▸ **BRIEF**:
Search the records for lines with the word "filename" and copy each match.

▸ **Stored data**:
= Beginning of Section =
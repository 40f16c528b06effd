//! The `analyze` report: every closed form that applies to a scenario, gathered in one place.
//!
//! A planner looking at a scenario wants to know what can be said without simulating: exact group
//! repayment per arm when the scenario is in the one-factor class (or why it is not), the exact law of
//! the whole portfolio's default share per cycle beside its large-portfolio limit (or the input that
//! puts an arm outside that law's class), how bad a bad cycle gets by the hit-share law, how far a village of the scenario's size is from the large-pool
//! formula, and how the assumed correlation compares with the Basel II retail yardstick. The report
//! never fails as a whole: each section carries its own reason when it does not apply.

use super::one_factor::{self, OneFactorModel, OneFactorResult};
use super::portfolio_law::{self, AnnualDefaultLaw, PortfolioDefaultLaw};
use super::{basel, vasicek};
use crate::scenario::{Liability, Scenario, ShockProbability, ShockScope};
use rayon::prelude::*;
use serde::Serialize;
use std::collections::BTreeMap;

/// Quantile levels of the per-cycle hit share shown for every hit probability.
pub const HIT_SHARE_LEVELS: [f64; 4] = [0.5, 0.9, 0.99, 0.999];

/// The one-line caution that ends the terminal table.
pub const CAUTION: &str = crate::CAUTION;
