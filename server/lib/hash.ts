import { createHash } from 'node:crypto';
import { canonicalJson } from '../../shared/schemas/canonical-json';

type WithRun = { run?: Record<string, unknown> };

// run.varianceReduction changes how precisely a run estimates, not what it estimates (both walks
// are unbiased), so it stays out of the hash: a scenario saved before the switch existed and a run
// of it made with the switch on describe the same thing, and neither reads as out of date.
function withoutEstimatorChoice(input: unknown): unknown {
  if (!input || typeof input !== 'object' || Array.isArray(input)) return input;
  const run = (input as WithRun).run;
  if (!run || typeof run !== 'object' || !('varianceReduction' in run)) return input;
  const { varianceReduction: _choice, ...rest } = run;
  return { ...input, run: rest };
}

export const inputHash = (input: unknown) =>
  createHash('sha256')
    .update(canonicalJson(withoutEstimatorChoice(input)))
    .digest('hex');
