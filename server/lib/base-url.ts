import type { Request } from 'express';

export function baseUrl(req: Request, configured?: string): string {
  if (configured) return configured.replace(/\/$/, '');
  const origin = req.get('origin');
  if (origin) return origin;
  return `${req.protocol}://${req.get('host')}`;
}
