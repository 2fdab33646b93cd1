// A function when the address is only known once the server listens (development and tests).
export type PublicUrl = string | (() => string);

// Links are built only from configuration, never from a request's Origin or Host header.
export function baseUrl(configured: PublicUrl): string {
  return (typeof configured === 'function' ? configured() : configured).replace(/\/+$/, '');
}
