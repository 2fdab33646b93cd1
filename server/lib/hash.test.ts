import { describe, expect, it } from 'vitest';
import { inputHash } from './hash';

describe('inputHash', () => {
  const saved = { room: { length_m: 6 }, run: { particles: 1000, seed: 1 } };

  it('ignores run.varianceReduction, which changes the precision and not the quantity estimated', () => {
    expect(inputHash({ ...saved, run: { ...saved.run, varianceReduction: true } })).toBe(inputHash(saved));
    expect(inputHash({ ...saved, run: { ...saved.run, varianceReduction: false } })).toBe(inputHash(saved));
  });

  it('still tells apart inputs that simulate something else', () => {
    expect(inputHash({ ...saved, run: { ...saved.run, particles: 2000 } })).not.toBe(inputHash(saved));
    expect(inputHash({ ...saved, room: { length_m: 7 } })).not.toBe(inputHash(saved));
  });
});
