type Plain = Record<string, unknown>;
export type Changes = Record<string, { from: unknown; to: unknown }>;

const isPlain = (v: unknown): v is Plain => typeof v === 'object' && v !== null && !Array.isArray(v);

function flatten(value: Plain, prefix = '', out: Plain = {}): Plain {
  for (const [k, v] of Object.entries(value)) {
    if (isPlain(v)) flatten(v, `${prefix}${k}.`, out);
    else out[`${prefix}${k}`] = v;
  }
  return out;
}

// What an edit changed, field by field, so the audit trail can say "from → to" without storing whole records.
export function changedFields(before: object, after: object): Changes {
  const a = flatten(before as Plain);
  const b = flatten(after as Plain);
  const out: Changes = {};
  for (const key of new Set([...Object.keys(a), ...Object.keys(b)])) {
    const from = a[key] ?? null;
    const to = b[key] ?? null;
    if (JSON.stringify(from) !== JSON.stringify(to)) out[key] = { from, to };
  }
  return out;
}
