import { createHash } from 'node:crypto';
import { canonicalJson } from '../../shared/schemas/canonical-json';

export const inputHash = (input: unknown) => createHash('sha256').update(canonicalJson(input)).digest('hex');
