export type Issue = { path: string; message: string };

export class AppError extends Error {
  constructor(
    readonly status: number,
    readonly code: string,
    message: string,
    readonly issues?: Issue[],
    readonly extra?: Record<string, unknown>,
  ) {
    super(message);
  }
}

export const notFound = (what: string) => new AppError(404, 'not_found', `${what} was not found`);
export const forbidden = () => new AppError(403, 'forbidden', 'You do not have permission to do this');
export const unauthenticated = () => new AppError(401, 'unauthenticated', 'Sign in to continue');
= End of Section =
▸ **EXERCISE RESPONSE**:
filename server/lib/hash.ts
filename server/lib/base-url.ts
filename server/lib/hash.test.ts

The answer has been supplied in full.